Dopiero po tym jak Hoseok zamknął głośno drzwi, dałam sobie odsapnąć, lecz nie na długo bo zaraz wszystkie dźwięki zostały stłumione przez pocałunek.
No... może nie wszystkie.

Przez szum wody przebijał się odgłos szybkich uderzeń skóry o skórę i przyspieszonego oddychania czy to mojego czy jego. Nie dało się też zamaskować dźwięku języka ocierającego się o drugi w głębokiej namiętności.
Szczyt zaczął się we mnie powoli kumulować.

-O co chodziło Hoseokowi?...- szepnęłam gdy już zabrakło nam powietrza.

-O dragi..- stęknął zaciskając wargi, spoglądając na sekundę w dół i skupiając się na szybkich ruchach bioder przez co jęknęłam.- Już wiedzą, że brałem.

-Myślałam, że w waszym środowisku nie jest to zakazane.- chwyciłam się mocniej jego ramion, na których przez wodę, ślizgały się dłonie.

-Bo nie jest.
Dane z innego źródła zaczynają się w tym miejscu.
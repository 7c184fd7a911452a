import type { FieldChoice, FieldContext } from '../symbols/field-choice.ts';
import { type FieldColumns, factsOf } from './field-columns.ts';
import { fitWeights, NormalEquations } from './field-least-squares.ts';
import { CONSTANT, columnsOfInputs, linearRows, WEIGHT_ONE, weightCount } from './field-linear.ts';
import {
  BOUNDS,
  contextKindOf,
  type FieldFacts,
  orderedValue,
  weightClassesOf,
} from './field-plan.ts';
import { residualOf, TRANSFORM_CODES, zigzagBetween } from './field-residual.ts';
import { bucketOf, tokenOf } from './field-token.ts';

/** What is left of each value of a part under a transform; of a message's first record nothing. */
export interface Residuals {
  readonly tokens: Uint8Array;
  readonly buckets: Uint8Array;
}

/** The columns of a train split as coding sees them: residuals, and classes of contexts. */
export class FieldSeries {
  readonly columns: FieldColumns;
  readonly facts: FieldFacts[];
  readonly #classes: (Uint8Array | undefined)[] = [];
  readonly #classesBefore: (Uint8Array | undefined)[] = [];
  /** Size classes of residuals of parts that are decided. */
  readonly #buckets: Uint8Array[] = [];

  /** @param known  the records that say what is known beforehand */
  constructor(columns: FieldColumns, known: Uint32Array) {
    this.columns = columns;
    this.facts = columns.values.map((_, part) => factsOf(columns, part, known));
  }

  /** Sets how a part is coded, for contexts of later parts. */
  decide(part: number, residuals: Residuals): void {
    this.#buckets[part] = residuals.buckets;
  }

  /** Residuals under a transform other than `linear`. */
  plain(part: number, transform: FieldChoice['transform']): Residuals {
    const { ages, layout } = this.columns;
    const code = TRANSFORM_CODES[transform];
    const values = this.columns.values[part];
    const shift = 32 - layout.widths[part];
    const signed = layout.signed[part];
    const residuals = new Uint32Array(values.length);
    for (let i = 0; i < values.length; i++) {
      if (ages[i] === 0) continue;
      const beforeThat = values[ages[i] === 1 ? i - 1 : i - 2];
      residuals[i] = residualOf(code, values[i], values[i - 1], beforeThat, shift, signed);
    }
    return tokensOf(residuals);
  }

  /**
   * Residuals under `linear`.
   * @param classes  of weights, one a record; absent: one for all
   */
  linear(
    part: number,
    inputs: readonly number[],
    weights: Int16Array,
    classes: Uint8Array | undefined,
  ): Residuals {
    const { ages, layout, numbers, values } = this.columns;
    const shift = 32 - layout.widths[part];
    const own = numbers[part];
    const each = weightCount(inputs.length);
    const residuals = new Uint32Array(own.length);
    for (let i = 0; i < own.length; i++) {
      if (ages[i] === 0) continue;
      const two = ages[i] === 1 ? i - 1 : i - 2;
      let at = classes === undefined ? 0 : each * classes[i];
      let sum = CONSTANT * weights[at++];
      sum += (own[i - 1] - own[two]) * weights[at++];
      for (let k = 0; k < inputs.length; k++) {
        const other = numbers[inputs[k]];
        const change = inputs[k] < part ? other[i] - other[i - 1] : other[i - 1] - other[two];
        sum += change * weights[at++];
        sum += (other[i - 1] - own[i - 1]) * weights[at++];
      }
      const expected = own[i - 1] + Math.floor((sum + WEIGHT_ONE / 2) / WEIGHT_ONE);
      residuals[i] = zigzagBetween(values[part][i], expected, shift);
    }
    return tokensOf(residuals);
  }

  /** Tokens of values, were each a message's first. */
  firstTokens(part: number, reference: number, beside: number | undefined): Uint8Array {
    const { layout, numbers, values } = this.columns;
    const shift = 32 - layout.widths[part];
    const tokens = new Uint8Array(values[part].length);
    for (let i = 0; i < tokens.length; i++) {
      const expected = reference + (beside === undefined ? 0 : numbers[beside][i]);
      tokens[i] = tokenOf(zigzagBetween(values[part][i], expected, shift));
    }
    return tokens;
  }

  /**
   * The class of each record's context, as far as it does not hang on the part's own residuals;
   * undefined where there is but one. A message's first record has none.
   */
  contextClasses(part: number, context: FieldContext): Uint8Array | undefined {
    const { names } = this.columns.layout;
    const asked = 'name' in context ? names.indexOf(context.name) : part;
    switch (context.kind) {
      case 'field':
        return this.#buckets[asked];
      case 'at':
        return this.#classesOf(asked);
      case 'value':
      case 'was':
        this.#classesBefore[asked] ??= shifted(this.#classesOf(asked));
        return this.#classesBefore[asked];
      default:
        return undefined;
    }
  }

  #classesOf(part: number): Uint8Array {
    const known = this.#classes[part];
    if (known !== undefined) return known;
    const { layout, values } = this.columns;
    const { bounds } = this.facts[part];
    const classes = Uint8Array.from(values[part], (unordered) => {
      const value = orderedValue(unordered, layout.widths[part], layout.signed[part]);
      let reached = 0;
      while (reached < BOUNDS && value >= bounds[reached]) reached++;
      return reached;
    });
    this.#classes[part] = classes;
    return classes;
  }
}

function tokensOf(residuals: Uint32Array): Residuals {
  const tokens = new Uint8Array(residuals.length);
  const buckets = new Uint8Array(residuals.length);
  for (let i = 0; i < residuals.length; i++) {
    tokens[i] = tokenOf(residuals[i]);
    buckets[i] = bucketOf(residuals[i]);
  }
  return { tokens, buckets };
}

/** Of each record that of the one before. */
function shifted(classes: Uint8Array): Uint8Array {
  const before = new Uint8Array(classes.length);
  for (let i = 1; i < classes.length; i++) before[i] = classes[i - 1];
  return before;
}

/**
 * What both ends know beforehand of each part under its choice, from all records: references,
 * bounds of classes, weights.
 */
export function trainedFacts(
  columns: FieldColumns,
  choices: readonly FieldChoice[],
): readonly FieldFacts[] {
  const { names } = columns.layout;
  const all = Uint32Array.from({ length: columns.recordCount }, (_, record) => record);
  const series = new FieldSeries(columns, all);
  return choices.map((choice, part) => {
    const facts =
      choice.first === undefined
        ? series.facts[part]
        : factsOf(columns, part, all, names.indexOf(choice.first));
    if (choice.transform !== 'linear') {
      series.decide(part, series.plain(part, choice.transform));
      return facts;
    }
    const inputs = (choice.inputs ?? []).map((name) => names.indexOf(name));
    const classes = series.contextClasses(part, choice.context);
    const rows = linearRows(columns, part, inputs, all);
    const classCount = weightClassesOf(contextKindOf(choice));
    const equations = new NormalEquations(rows, classes, classCount);
    const { weights } = equations.solve(columnsOfInputs(inputs.map((_, place) => place)));
    const rounded = fitWeights(rows, classes, classCount, weights);
    series.decide(part, series.linear(part, inputs, rounded, classes));
    return { ...facts, weights: rounded };
  });
}
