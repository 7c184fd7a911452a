import type { CoderEntry, Declaration } from './contract.ts';
import type { ParameterDeclaration } from './parameters.ts';
import { referenceCoder, referenceTraits } from './reference.ts';
import { deflateMethod } from './reference-library.ts';

/** How hard deflate searches for repeats. */
export const deflateLevel = {
  key: 'level',
  kind: 'integer',
  min: 1,
  max: 9,
  standard: 9,
  summary: 'how long the encoder searches for repeats: 1 fastest, 9 smallest',
} as const satisfies ParameterDeclaration;

const declaration: Declaration = {
  ...referenceTraits,
  name: 'deflate',
  summary: 'Raw deflate (repeats, then Huffman codes) by Node’s zlib, each message apart.',
  parameters: [deflateLevel],
  policies: ['none'],
  worstCase: 'n bytes, 5 for each block of about 16 KiB, and up to 2 more',
  memory: 'the whole message; about 260 KiB to encode, 40 KiB to decode',
  source: 'Deutsch 1996, RFC 1951; zlib as built into Node',
};

/** A reference: deflate without header and checksum. */
export const deflate: CoderEntry = {
  declaration,
  create: (values) =>
    referenceCoder(declaration, () => deflateMethod({ level: Number(values['level']) })),
};
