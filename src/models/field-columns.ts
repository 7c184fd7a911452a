import type { RecordLayout } from '../symbols/record-layout.ts';
import { BOUNDS, type FieldFacts, orderedValue } from './field-plan.ts';

/** Records part by part, as choices are made on them. */
export interface FieldColumns {
  readonly layout: RecordLayout;
  readonly recordCount: number;
  /** One array a part. */
  readonly values: readonly Uint32Array[];
  /** For each record how many precede it in its contexts, at most 2. */
  readonly ages: Uint8Array;
}

/**
 * Takes apart whole records.
 * @param bytes  of all records, one after another
 * @param starts for each record 1 where contexts begin
 */
export function columnsOf(
  layout: RecordLayout,
  bytes: Uint8Array,
  starts: Uint8Array,
): FieldColumns {
  const recordCount = starts.length;
  const values = layout.names.map(() => new Uint32Array(recordCount));
  const ages = new Uint8Array(recordCount);
  const record = new Uint32Array(layout.partCount);
  for (let i = 0; i < recordCount; i++) {
    layout.takeApart(bytes, i * layout.bytes, record);
    for (let part = 0; part < record.length; part++) values[part][i] = record[part];
    ages[i] = starts[i] === 1 || i === 0 ? 0 : Math.min(2, ages[i - 1] + 1);
  }
  return { layout, recordCount, values, ages };
}

/**
 * Median and size classes of the first `count` values of a part: classes hold about an eighth each,
 * equal values stay together.
 */
export function factsOf(columns: FieldColumns, part: number, count: number): FieldFacts {
  const width = columns.layout.widths[part];
  const signed = columns.layout.signed[part];
  const values = columns.values[part];
  const sorted = new Uint32Array(count);
  for (let i = 0; i < count; i++) sorted[i] = orderedValue(values[i], width, signed);
  sorted.sort();
  const top = 2 ** width;
  const bounds: number[] = [];
  let from = 0;
  while (bounds.length < BOUNDS) {
    // What is left is parted evenly among the classes that are left, so that a frequent value does
    // not empty them.
    const share = Math.floor((count - from) / (BOUNDS + 1 - bounds.length));
    let to = from + Math.max(1, share);
    while (to < count && sorted[to] === sorted[to - 1]) to++;
    if (to >= count) break;
    bounds.push(sorted[to]);
    from = to;
  }
  while (bounds.length < BOUNDS) bounds.push(top);
  const median = count === 0 ? 0 : sorted[Math.floor((count - 1) / 2)];
  return { reference: count === 0 ? 0 : orderedValue(median, width, signed), bounds };
}
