import type { BitReader } from '../bits/bit-reader.ts';
import type { BitWriter } from '../bits/bit-writer.ts';
import type { OperationTally } from '../models/counting-tally.ts';
import type { SymbolArray } from '../symbols/sequence.ts';
import type { SymbolCounts } from './huffman-counts.ts';
import type { RunningMean } from './integer-mean.ts';

/** A parameter with the exact length of what it was chosen for. */
export interface ChosenParameter {
  readonly parameter: number;
  readonly bits: number;
}

/** Finds parameters, in buffers that are used again. */
export interface ParameterChooser {
  /**
   * The parameter that makes the counted symbols shortest, in exact integers. Of equals the greatest, whose longest
   * word is the shortest; so without symbols the greatest useful one.
   */
  choose(counts: SymbolCounts): ChosenParameter;
}

/**
 * A family of codes for the integers 0, 1, 2 …, one for each value of a parameter. The loops stand in each family, so that
 * none pays for the others.
 */
export interface IntegerFamily {
  /** Name of the coder. */
  readonly name: 'rice' | 'golomb' | 'exp-golomb';
  /** Key and range of the parameter. */
  readonly key: string;
  readonly least: number;
  readonly greatest: number;
  /** Greatest parameter that can be the best for an alphabet: all words from there on are as long as, or longer than, its own. */
  greatestUseful(alphabetSize: number): number;
  /** Length of the word for `symbol`, in bits. */
  wordBits(symbol: number, parameter: number): number;
  chooser(): ParameterChooser;
  /** Appends the words of `symbols[from … to − 1]`. */
  encode(
    writer: BitWriter,
    symbols: SymbolArray,
    from: number,
    to: number,
    parameter: number,
  ): void;
  /** Fills `symbols[from … to − 1]`. Throws CorruptStreamError. */
  decode(
    reader: BitReader,
    symbols: SymbolArray,
    from: number,
    to: number,
    parameter: number,
    alphabetSize: number,
  ): void;
  /** As `encode`, with the parameter that follows from the symbols before by the family's rule. */
  encodeAdaptive(
    writer: BitWriter,
    symbols: SymbolArray,
    from: number,
    to: number,
    mean: RunningMean,
  ): void;
  decodeAdaptive(
    reader: BitReader,
    symbols: SymbolArray,
    from: number,
    to: number,
    mean: RunningMean,
    alphabetSize: number,
  ): void;
  /** Adds what the word for `symbol` takes in `encode` and in `decode`. */
  countWord(
    symbol: number,
    parameter: number,
    encoder: OperationTally,
    decoder: OperationTally,
  ): void;
  /** The parameter that follows from the mean; adds what its rule takes, the same at both ends. */
  countAdapting(mean: RunningMean, tally: OperationTally): number;
}

/**
 * Weighs every parameter from `least` to the greatest useful one on every distinct symbol.
 * Cost: distinct symbols × parameters.
 */
export function chooseByTrial(
  least: number,
  greatestUseful: (alphabetSize: number) => number,
  wordBits: (symbol: number, parameter: number) => number,
): ParameterChooser {
  return {
    choose(counts) {
      const greatest = greatestUseful(counts.counts.length);
      let best = greatest;
      let bestBits = Number.POSITIVE_INFINITY;
      for (let parameter = greatest; parameter >= least; parameter--) {
        let bits = 0;
        for (let i = 0; i < counts.seenCount; i++) {
          const symbol = counts.seen[i];
          bits += counts.counts[symbol] * wordBits(symbol, parameter);
        }
        if (bits < bestBits) {
          best = parameter;
          bestBits = bits;
        }
      }
      return { parameter: best, bits: bestBits };
    },
  };
}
Ale ja jestem od kilku lat na odwyku.- posłał mi cwany uśmiech próbując powstrzymać zadyszkę od wysiłku fizycznego.

-Brałeś to wcześniej?!- powiedziałam z niedowierzaniem.

-Nie tak głośno...- upomniał mnie.- Nie jesteśmy już sami, i tak brałem. Miałem z tym spory problem. Opowiem ci za chwilę... jak skończymy.

Pocałowałam go by zdusić jęk cisnący mi się na usta, tak jak i jemu.
Wystarczyło kilka mocnych pchnięć by wszystko skończyło się satysfakcjonującym finiszem dla nas obojga. Ciepło rozlało się w środku, plecy przeszedł dreszcz, wszystkie włoski stanęły mi dęba a wzrok chciał odlecieć na drugą stronę.

Ucisk jego dłoni na moich biodrach zacieśnił się gdy syknął głośno z satysfakcją i odchylił na moment głowę by po chwili powrócić znów do mie tymi sarnimi oczami.

-Jesteś najlepsza.- złożył mi mały całus na policzku kiedy odsunął się w pełni ode mnie.- Dziękuję.

Wziął z okafelkowanej półki butelkę żelu do mycia aby dać rzeczywisty skutek tego prysznica i pozbyć się nieprzyjemnego uczucia lepkości.

Już opłukani z piany, zawinęliśmy się w ręczniki wychodząc z łazienki.

꧁𑁍꧂

Mam ochotę zapaść się pod ziemię po tym co napisałam...

Przycisnęłam się i napisałam dzisiaj do końca rozdział abyście nie musieli czekać. Najwyżej wstanę jutro (wsm to dzisiaj) jak zombie ale było warto dla was XD.